[Krytyka Polityczna seems the exception proving the rule within Leder’s analysis: it is the center of an ever-growing milieu of widely read Polish twenty- and thirtysomethings who have spent the better part of a decade attempting to create a new Polish left unburdened by the legacy of communism and unconnected to mainstream party politics, yet deeply invested in specific issues broadly identifiable with European social democracy.
The journal’s perspective might frequently confound American or Western European readers. It combines social-rights advocacy (for women, the LGBT community, and various religious and ethno-national minority groups) with uncompromising democratic advocacy abroad (including a consistently pro-Ukrainian and anti-Russian line in the context of the current crisis in Ukraine).
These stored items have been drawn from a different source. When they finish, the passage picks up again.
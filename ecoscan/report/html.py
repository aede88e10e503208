"""The survey report: one self-contained HTML file (figures embedded, no network access)."""

from __future__ import annotations

import base64
import html
import io
import os
from collections.abc import Mapping, Sequence
from dataclasses import dataclass, field
from pathlib import Path
from typing import Any

from ecoscan import __version__
from ecoscan.analysis.dispersion.detectable import NO_DEPARTURE, VERDICTS
from ecoscan.io.outputs import write_text
from ecoscan.vocabulary import COLUMNS, format_cell, label

__all__ = [
    "CAUTIONS_HTML",
    "ReportSection",
    "build_report",
    "figure_html",
    "methods_html",
    "table_html",
]

#: Text cells longer than this many characters may wrap between words (class ``long``).
LONG_TEXT = 20
#: Tables with more columns than this may, in print, wrap inside a word as a last resort
#: (so that they still fit A4); narrower tables wrap only between words and after a slash.
MANY_COLUMNS = 16

_CSS = """
:root { --ink:#1d2430; --muted:#5b6575; --line:#d9dee6; --accent:#1f4e8c; --paper:#fbfbf8;
        --clustered:#7d6b15; --regular:#1f4e8c; --random:#6b6b6b; }
* { box-sizing: border-box; }
body { margin:0; font-family: system-ui, -apple-system, "Segoe UI", sans-serif; color:var(--ink);
       background:var(--paper); line-height:1.45; font-size:16px; }
header.top { background:#22303f; color:#f4f1e8; padding:1.1rem 2rem .9rem; }
header.top h1 { margin:0 0 .2rem; font-size:1.5rem; font-weight:600; }
header.top p { margin:0; color:#c9cfd8; font-size:.92rem; }
nav.toc { padding:.5rem 2rem; border-bottom:1px solid var(--line); background:#fff;
          font-size:.9rem; position:sticky; top:0; z-index:2; }
nav.toc a { margin-right:1.1rem; color:var(--accent); text-decoration:none; }
main { padding:0 2rem 3rem; max-width:1240px; }
h2 { margin:1.8rem 0 .6rem; font-size:1.25rem; border-bottom:2px solid var(--ink);
     padding-bottom:.2rem; }
h3 { margin:1.2rem 0 .4rem; font-size:1.08rem; }
h4 { margin:0 0 .4rem; font-size:1rem; }
p.lede { max-width:60rem; } .muted { color:var(--muted); font-size:.9rem; }
#summary p { max-width:60rem; }
table.data { border-collapse:collapse; font-size:.88rem; background:#fff; margin:.4rem 0 1rem; }
table.data th, table.data td { border-bottom:1px solid var(--line); padding:.26rem .5rem;
     text-align:right; white-space:nowrap; }
table.data th { background:#eef1f5; font-weight:600; white-space:normal; vertical-align:bottom;
     min-width:3.2rem; }
table.data td.text, table.data th.text { text-align:left; }
table.data td.long { white-space:normal; min-width:9.5rem; } .nw { white-space:nowrap; }
table.data td.warn { text-align:left; white-space:normal; min-width:7rem; color:#7a4b00; }
table.data a { color:var(--accent); }
table.sortable th { cursor:pointer; }
table.sortable th[aria-sort="ascending"]::after { content:" ▲"; font-size:.7em; }
table.sortable th[aria-sort="descending"]::after { content:" ▼"; font-size:.7em; }
table.kv th { background:none; font-weight:normal; text-align:left; }
.scroll { overflow-x:auto; max-width:100%; }
.tag { display:inline-block; padding:.05rem .45rem; border-radius:.7rem; color:#fff;
       font-size:.82rem; }
.tag.clustered { background:var(--clustered); } .tag.regular { background:var(--regular); }
.tag.random { background:var(--random); } .tag.none { background:#888; }
article.plot { background:#fff; border:1px solid var(--line); border-radius:.4rem;
               padding:.8rem 1rem; margin:0 0 1rem; }
.plotmain { display:flex; flex-wrap:wrap; gap:1rem; align-items:flex-start; }
.plottext { flex:1 1 20rem; max-width:40rem; }
ul.warnings { color:#7a4b00; padding-left:1.2rem; margin:.3rem 0; }
details { margin-top:.6rem; } summary { cursor:pointer; color:var(--accent); }
.detail { display:flex; flex-wrap:wrap; gap:1rem; align-items:flex-start; margin-top:.5rem; }
figure { margin:.2rem 0; } figure img { max-width:100%; height:auto; display:block; }
figcaption { font-size:.85rem; color:var(--muted); max-width:36rem; }
.caution { background:#fff7e6; border-left:4px solid #c98a00; padding:.7rem 1rem; }
.method { background:#fff; border:1px solid var(--line); padding:.6rem 1rem; margin:.5rem 0; }
code, .formula { font-family: ui-monospace, "DejaVu Sans Mono", monospace; font-size:.88rem; }
footer { color:var(--muted); font-size:.85rem; padding:1rem 2rem;
         border-top:1px solid var(--line); }
@page { size: A4; margin: 12mm; }
@media print {
  body { background:#fff; font-size:10pt; }
  header.top { background:none; color:#000; padding:0 0 .3rem; }
  header.top p { color:#333; }
  nav.toc, summary::marker { display:none; }
  main { padding:0; max-width:none; }
  section.top + section.top { break-before:page; }
  h2, h3, h4 { break-after:avoid; }
  .scroll { overflow:visible; }
  table.data { font-size:7.5pt; width:100%; }
  table.data th, table.data td { padding:.1rem .22rem; }
  table.data td { white-space:normal; }
  table.data th, table.data td.warn, table.data td.long { min-width:0; }
  table.data.many th, table.data.many td { overflow-wrap:anywhere; }
  tr, figure, .method { break-inside:avoid; }
  article.plot { break-inside:avoid-page; border:none; padding:0; }
  .tag { color:#000 !important; background:none !important; border:1px solid #000; }
  a { color:inherit; text-decoration:none; }
}
"""

_SORT_JS = """
document.querySelectorAll('table.sortable').forEach(function (t) {
  t.querySelectorAll('th').forEach(function (th, i) {
    th.addEventListener('click', function () {
      var asc = th.getAttribute('aria-sort') !== 'ascending';
      t.querySelectorAll('th').forEach(function (h) { h.removeAttribute('aria-sort'); });
      th.setAttribute('aria-sort', asc ? 'ascending' : 'descending');
      var body = t.tBodies[0], rows = Array.prototype.slice.call(body.rows);
      var key = function (r) {
        var c = r.cells[i], v = c.getAttribute('data-v');
        return v === null ? c.textContent.trim().toLowerCase() : parseFloat(v);
      };
      rows.sort(function (a, b) {
        var x = key(a), y = key(b);
        var d = (typeof x === 'number' && typeof y === 'number') ? x - y
              : String(x).localeCompare(String(y), undefined, {numeric: true});
        return asc ? d : -d;
      });
      rows.forEach(function (r) { body.appendChild(r); });
    });
  });
});
"""

CAUTIONS_HTML = """
<div class="caution">
<p><strong>Automated counts need checking in the field.</strong> Detection accuracy depends on
image resolution, season, illumination, crown overlap and the detector settings. Before any
management decision (thinning, replanting, herbicide or grazing plans, compliance reporting),
check a sample of plots on the ground and compare with <code>ecoscan validate</code>.</p>
<p><strong>Statistics describe pattern, not cause.</strong> A clustered or regular verdict says
how the plants stand, not why. Results depend on the plot boundary, the scale of analysis
and the quadrat size; plots with fewer than 30 plants give weak tests (common practice).</p>
<p><strong>Local rules come first.</strong> Field work, drone flights and management actions
are governed by local regulations, land-owner permissions and licensed professional
practice; ecoscan's output does not replace them.</p>
</div>
"""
This is the Polish milieu most responsible in recent years for promoting the writings not only of Gayatri Spivak and Slavoj Zizek, as well as Poland’s own theorists and practitioners of socialism (most notably, Stanislaw Brzozowski in the nineteenth century and Jacek Kuron in the twentieth), but also Poland’s key émigré scholars (such as Zygmunt Bauman) and Anglophone historians (the Oxford professor Timothy Garton Ash and the Yale professors Marci Shore and Timothy Snyder). Krytyka Polityczna offers a hybrid vision of social and political life: a uniquely Polish social democracy promoting Polish historical memory while also seeking to incorporate the most thought-provoking trends in global social theory.
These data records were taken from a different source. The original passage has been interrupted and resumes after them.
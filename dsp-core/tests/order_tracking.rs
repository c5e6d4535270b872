//! Computed order tracking against analytic angle-domain truth and rustfft.
//!
//! Speed profile: a linear run-up f(t) = f0·(1 + t/T) rev/s, so the shaft
//! angle is θ(t) = f0·(t + t²/(2T)) and its inverse t(θ) = T·(√(1 + 2θ/(f0·T)) − 1)
//! (calculus, exact). Defect order: CWRU drive-end bearing 6205-2RS BPFO =
//! 3.5848 × shaft speed (CWRU bearing specification, see
//! ../shared/data/cwru/README.md). Spectra: rustfft (reference FFT), Hann window.
#![allow(
    clippy::unwrap_used,
    clippy::indexing_slicing,
    clippy::cast_possible_truncation,
    clippy::too_many_arguments,
    clippy::expect_used,
    clippy::panic
)]

use dsp_core::decimation_for;
use dsp_core::speed::order_track::{
    ring_needed, Interpolation, OrderFlags, OrderTrackConfig, OrderTracker,
};
use dsp_core::speed::tach::{
    EdgeDetector, RevMark, SpeedSource, SpeedSummary, TachConfig, TachTracker,
};
use rustfft::{num_complex::Complex, FftPlanner};
use std::f64::consts::PI;

const FS: f64 = 51_200.0;
const BPFO_DE: f64 = 3.5848; // CWRU 6205-2RS drive end, published multiple of shaft speed

/// Linear run-up: f0 rev/s at input time `t_start` (input samples), doubling after `t_ramp` seconds.
#[derive(Clone, Copy)]
struct Ramp {
    f0: f64,
    t_ramp: f64,
    t_start: f64,
}

impl Ramp {
    fn theta(&self, t_samples: f64) -> f64 {
        let t = (t_samples - self.t_start) / FS;
        self.f0 * (t + t * t / (2.0 * self.t_ramp))
    }
    fn time_of(&self, theta: f64) -> f64 {
        let t = self.t_ramp * ((1.0 + 2.0 * theta / (self.f0 * self.t_ramp)).sqrt() - 1.0);
        t * FS + self.t_start
    }
}

fn ot_cfg(s: u16, d: u16, delay: f32, min_rpm: f32, interp: Interpolation) -> OrderTrackConfig {
    let mut c = OrderTrackConfig::default();
    c.samples_per_rev = s;
    c.decimation = d;
    c.input_rate_hz = (FS / f64::from(d)) as f32;
    c.delay_input_samples = delay;
    c.min_rpm = min_rpm;
    c.interpolation = interp;
    c
}

/// Streams a record: decimated sample j describes input time j·D − delay;
/// marks are delivered once the input passed them. Returns the angle-domain output.
fn stream_exact_marks<const R: usize>(
    cfg: &OrderTrackConfig,
    marks: &[f64],
    n_dec: usize,
    env: impl Fn(f64) -> f64,
) -> (Vec<f32>, OrderTracker<R>) {
    let mut ot = OrderTracker::<R>::new(cfg).unwrap();
    let d = f64::from(cfg.decimation);
    let mut out = Vec::new();
    let mut next = 0;
    for j in 0..n_dec {
        let block_end = (j as f64 + 1.0) * d;
        while next < marks.len() && marks[next] < block_end {
            let m = RevMark {
                time_samples: marks[next],
                index: next as u32,
                segment_start: next == 0,
                bridged: false,
            };
            ot.push_mark(m, |y| out.push(y));
            next += 1;
        }
        let t = j as f64 * d - f64::from(cfg.delay_input_samples);
        ot.push_sample(env(t) as f32, |y| out.push(y));
    }
    ot.finish(|y| out.push(y));
    (out, ot)
}

fn rms_error(out: &[f32], s: usize, truth: impl Fn(f64) -> f64) -> f64 {
    let e: f64 = out
        .iter()
        .enumerate()
        .map(|(i, &y)| {
            let theta = i as f64 / s as f64;
            (f64::from(y) - truth(theta)).powi(2)
        })
        .sum();
    (e / out.len() as f64).sqrt()
}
The publishing house’s existence shows that the hold of the waking dream over Polish society is not a choke hold. (One might venture to say that the very possibility of the publication of Leder’s book shows the limitations of his argument.) Nor is Krytyka Polityczna a singular case of class or geographical antagonism—for example, setting youth from upwardly mobile, once-rural families against the scions of families long settled in Krakow or Warsaw. Its journal can claim the extraordinary achievement of squaring dramatically different schools of thought and practice: the Western European “New Left,” American-style democracy promotion, and homegrown Polish—anti-Marxist (and frequently anti-Russian)—socialism.
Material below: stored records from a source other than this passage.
#[cfg(test)]
mod tests {
    use super::*;

    fn demo() -> Measurement {
        Measurement {
            sample_rate_hz: 51_200.0,
            revolutions: 256.0,
            rpm: 1500.0,
            block_samples: 256,
        }
    }

    /// Hand arithmetic of one cycle and one interval with round figures.
    #[test]
    fn budget_arithmetic_by_hand() {
        let mut hw = Hardware::default();
        let set = |hw: &mut Hardware, p: P, v: f64| {
            hw.set(p, v, super::super::hardware::Origin::Default)
                .unwrap()
        };
        set(&mut hw, P::InstrPerSample, 100.0);
        set(&mut hw, P::InstrPerBlock, 0.0);
        set(&mut hw, P::InstrFinish, 1_000_000.0);
        set(&mut hw, P::ClockMhz, 64.0);
        set(&mut hw, P::Cpi, 1.0);
        set(&mut hw, P::RunMa, 4.0);
        set(&mut hw, P::SensorMa, 2.0);
        set(&mut hw, P::SamplingMa, 1.0);
        set(&mut hw, P::SettleMs, 500.0);
        set(&mut hw, P::TxMa, 40.0);
        set(&mut hw, P::RxMa, 10.0);
        set(&mut hw, P::Rx1Symbols, 0.0);
        set(&mut hw, P::Rx2Symbols, 0.0);
        set(&mut hw, P::SleepUa, 4.0);
        set(&mut hw, P::RadioSleepUa, 0.0);
        set(&mut hw, P::QuiescentUa, 1.0);
        // 256 revolutions at 1500 rpm = 10.24 s = 524,288 samples = 2048 blocks exactly
        let m = demo();
        assert_eq!(m.samples(), 524_288.0);
        let up = uplink_params(&hw, 7, 125_000).unwrap();
        // 10 B application payload + 13 B = 23 B at SF7: 8 + ceil(200/28)*5 = 48 symbols,
        // (8 + 4.25 + 48) x 1.024 ms = 61.696 ms
        let c = cycle(&m, &hw, &up, 10).unwrap();
        assert_eq!(c.phy_bytes, 23);
        assert!((c.toa_s - 0.061_696).abs() < 1e-9, "{}", c.toa_s);
        let by = |name: &str| {
            c.items
                .iter()
                .find(|i| i.name.starts_with(name))
                .unwrap()
                .charge_mas
        };
        assert!((by("sensor power-on") - 1.0).abs() < 1e-12); // 0.5 s x 2 mA
        assert!((by("sensor while") - 20.48).abs() < 1e-9); // 10.24 s x 2 mA
        assert!((by("sampling") - 10.24).abs() < 1e-9); // 10.24 s x 1 mA
                                                        // 52.4288 M instructions / 64 MHz = 0.8192 s x 4 mA
        assert!((by("CPU: pipeline") - 3.2768).abs() < 1e-9);
        assert!((by("CPU: end") - 0.0625).abs() < 1e-9); // 1 M / 64 MHz x 4 mA
        assert!((by("radio: uplink") - 40.0 * 0.061_696).abs() < 1e-9);
        assert!((c.realtime_load - 0.08).abs() < 1e-12); // 0.8192 s of 10.24 s
        let active = 1.0 + 20.48 + 10.24 + 3.2768 + 0.0625 + 2.46784;
        assert!((c.charge_mas() - active).abs() < 1e-9);
        // one hour: sleep 5 uA over (3600 - awake) s
        let at = at_interval(&hw, &c, &c, 1.0, 3600.0).unwrap();
        let awake = 0.5 + 10.24 + 1e6 / 64e6 + 0.061_696;
        assert!((at.sleep_mas - 0.005 * (3600.0 - awake)).abs() < 1e-9);
        assert!((at.total_mas - (active + at.sleep_mas)).abs() < 1e-9);
        assert!((at.average_ua - at.total_mas / 3.6).abs() < 1e-9);
        assert!((at.cpu_share - 3.3393 / at.total_mas).abs() < 1e-9);
        // life: 2,600 mAh / (I x 8766 h + 1 % of 2,600 mAh per year)
        let want = 2_600.0 / (at.average_ua / 1000.0 * 8766.0 + 26.0);
        assert!(
            (at.life_years - want).abs() < 1e-9,
            "{} vs {want}",
            at.life_years
        );
        // the per-sample cost for exactly this share is the one used
        let ips = instr_per_sample_for_share(&m, &hw, &c, 3600.0, at.cpu_share).unwrap();
        assert!((ips - 100.0).abs() < 1e-6, "{ips}");
    }

    #[test]
    fn reduced_frames_mix_by_share() {
        let hw = Hardware::default();
        let up = uplink_params(&hw, 9, 125_000).unwrap();
        let full = cycle(&demo(), &hw, &up, 49).unwrap();
        let red = cycle(&demo(), &hw, &up, 11).unwrap();
        assert!(red.toa_s < full.toa_s);
        let a = at_interval(&hw, &full, &red, 1.0, 3600.0).unwrap();
        let b = at_interval(&hw, &full, &red, 0.0, 3600.0).unwrap();
        let h = at_interval(&hw, &full, &red, 0.5, 3600.0).unwrap();
        assert!((h.cycle_mas - (a.cycle_mas + b.cycle_mas) / 2.0).abs() < 1e-9);
        assert!(b.life_years > a.life_years);
    }

    #[test]
    fn bad_inputs_are_named() {
        let hw = Hardware::default();
        assert_eq!(
            uplink_params(&hw, 13, 125_000).unwrap_err().to_string(),
            "--sf: spreading factor 13 is not 6..=12"
        );
        assert!(uplink_params(&hw, 7, 100_000)
            .unwrap_err()
            .to_string()
            .starts_with("--bw-khz:"));
        let mut hw2 = Hardware::default();
        hw2.set(P::Rx2BwKhz, 100.0, super::super::hardware::Origin::Default)
            .unwrap();
        let up = uplink_params(&hw, 7, 125_000).unwrap();
        assert!(cycle(&demo(), &hw2, &up, 49)
            .unwrap_err()
            .to_string()
            .starts_with("radio.rx2_bw_khz:"));
        hw2 = Hardware::default();
        hw2.set(P::CodingRate, 5.5, super::super::hardware::Origin::Default)
            .unwrap();
        assert_eq!(
            uplink_params(&hw2, 7, 125_000).unwrap_err().to_string(),
            "radio.coding_rate: must be a whole number"
        );
        let c = cycle(&demo(), &hw, &up, 49).unwrap();
        let e = at_interval(&hw, &c, &c, 1.0, 5.0).unwrap_err().to_string();
        assert!(e.contains("every 10 s"), "{e}");
        // 14 s of cycle at SF7: a 12 s interval is in range but too short
        let e = at_interval(&hw, &c, &c, 1.0, 12.0).unwrap_err().to_string();
        assert!(e.contains("one cycle takes"), "{e}");
        let mut m = demo();
        m.rpm = 0.0;
        assert!(cycle(&m, &hw, &up, 49)
            .unwrap_err()
            .to_string()
            .contains("rpm"));
    }
}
This combination has yielded certain counterintuitive affinities. For Poland’s new ultranationalists and Smolensk cultists, Krytyka Polityczna symbolizes decadence and alien infiltration. And yet, in many respects, it represents the most direct continuation of the Solidarity movement of 1980–81, whose legacy remains a point of heated debate in Poland. Brzozowski’s anarcho-syndicalism shaped the philosophies of Kuron and his younger friend Adam Michnik, who spent a significant portion of their time—first in prison in the 1980s and then in Polish public life in the 1990s and 2000s—articulating their own practical ethics of social justice, while at the same time navigating the straits that separated the naïve idealism of Western Europe’s soixante-huitards from the practical agenda of democracy-promotion organizations like the National Endowment for Democracy and the Open Society Foundations. Krytyka Polityczna represents an attempt to preserve the best of the legacy of older dissident generations—with whom its relationship is occasionally fraught, though at its core defined by mutual admiration—while attempting to marry Polish national traditions with social justice absent xenophobia, clericalism or political illiberalism.
Krytyka Polityczna’s program underscores the difficulties of applying across linguistic and cultural boundaries uniform political notions of left and right. In Poland, “left” need not imply antinationalism, just as “right” need not exclude a commitment to social justice. Quite the opposite: left and right in fact compete in their welfare-driven commitments.